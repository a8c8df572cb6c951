#!/usr/bin/python3
"""Golden values of the beta-binomial distribution for binom.BetaBinom.

Writes testdata/betabinom_golden.tsv: for trials n, shapes a, b and a value
k, the natural logs of P(X = k), P(X <= k) and P(X > k) of
P(X = k) = C(n, k) B(k + a, n - k + b) / B(a, b).

Method (independent of the Go code, which uses a saddle-point product form
and summation with early stopping): in mpmath at 60 digits, P(X = 0) from
loggamma (60 digits leave over 45 after the cancellation at n = 2e6), then
every term by the exact ratio recurrence
P(X = j+1)/P(X = j) = (n-j)(j+a) / ((j+1)(n-j-1+b)), and both tails as
full sums over the whole support (no truncation), the upper tail summed on
its own from the top; the terms are normalised by their sum (which removes
the common error of P(X = 0)), and a log CDF near 0 is taken as
log1p(-upper sum), a log survival near 0 as log1p(-lower sum).

Run from the repository root (about a minute):
    /usr/bin/python3 testdata/gen/betabinom_golden.py
"""
import datetime

import mpmath

mpmath.mp.dps = 60

CASES = [
    # n, a, b
    (0, 1, 1),
    (1, 0.5, 0.5),
    (10, 2, 3),
    (10, 0.5, 0.5),
    (25, 0.1, 7.5),
    (40, 0.6, 0.4),
    (100, 1, 1),
    (100, 30, 70),
    (500, 0.2, 0.3),
    (1000, 38.5, 963.5),
    (1000, 1e-3, 5),
    (5000, 1e4, 2e4),
    (20000, 2.5, 1.5),
    (100000, 1e6, 1e6),
    (100000, 250.5, 9750.5),
    (2097152, 1, 1),
    (2097152, 3, 5),
]


def terms(n, a, b):
    a, b = mpmath.mpf(a), mpmath.mpf(b)
    lp0 = (mpmath.loggamma(n + b) + mpmath.loggamma(a + b)
           - mpmath.loggamma(n + a + b) - mpmath.loggamma(b))
    t = [mpmath.mpf(0)] * (n + 1)
    t[0] = mpmath.exp(lp0)
    for j in range(n):
        t[j + 1] = t[j] * (n - j) * (j + a) / ((j + 1) * (n - j - 1 + b))
    # The terms sum to 1 exactly; dividing by their sum removes the common
    # relative error of P(X = 0) from loggamma (about 1e-55).
    total = mpmath.fsum(t)
    return [x / total for x in t]


def pick(n, t):
    if n <= 12:
        return list(range(n + 1))
    mode = max(range(n + 1), key=lambda j: t[j]) if n <= 100000 else None
    ks = {0, 1, 2, n - 2, n - 1, n, n // 2, n // 3, (9 * n) // 10, n // 100}
    if mode is not None:
        ks |= {mode, max(0, mode - 1), min(n, mode + 1)}
    return sorted(k for k in ks if 0 <= k <= n)


def main():
    out = []
    for n, a, b in CASES:
        t = terms(n, a, b)
        # cumulative lower sums and separate upper sums
        low = [mpmath.mpf(0)] * (n + 1)
        s = mpmath.mpf(0)
        for j in range(n + 1):
            s += t[j]
            low[j] = s
        up = [mpmath.mpf(0)] * (n + 1)  # up[k] = P(X > k)
        s = mpmath.mpf(0)
        for j in range(n, -1, -1):
            up[j] = s
            s += t[j]
        for k in pick(n, t):
            lpmf = mpmath.log(t[k])
            # near 1 the lower tail is the complement of the small upper sum
            lcdf = mpmath.log1p(-up[k]) if up[k] < 0.5 else mpmath.log(low[k])
            if up[k] == 0:
                lsf = mpmath.ninf
            else:
                lsf = mpmath.log1p(-low[k]) if low[k] < 0.5 else mpmath.log(up[k])
            out.append((n, a, b, k, lpmf, lcdf, lsf))
    with open("testdata/betabinom_golden.tsv", "w") as f:
        f.write("# beta-binomial log PMF, log CDF and log survival: n a b k ln P(X=k) ln P(X<=k) ln P(X>k)\n")
        f.write("# generator: /usr/bin/python3 testdata/gen/betabinom_golden.py (full sums at 60 digits)\n")
        f.write("# tool: mpmath %s; date %s\n" % (mpmath.__version__, datetime.date.today()))
        for n, a, b, k, lpmf, lcdf, lsf in out:
            def fmt(v):
                if v == mpmath.ninf:
                    return "-Inf"
                return mpmath.nstr(v, 20, min_fixed=-1, max_fixed=1)
            f.write("%d\t%r\t%r\t%d\t%s\t%s\t%s\n" % (n, float(a), float(b), k, fmt(lpmf), fmt(lcdf), fmt(lsf)))


main()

···

Your answer should be all lines from the data that contain "terms".

its own from the top; the terms are normalised by their sum (which removes
def terms(n, a, b):
    # The terms sum to 1 exactly; dividing by their sum removes the common
        t = terms(n, a, b)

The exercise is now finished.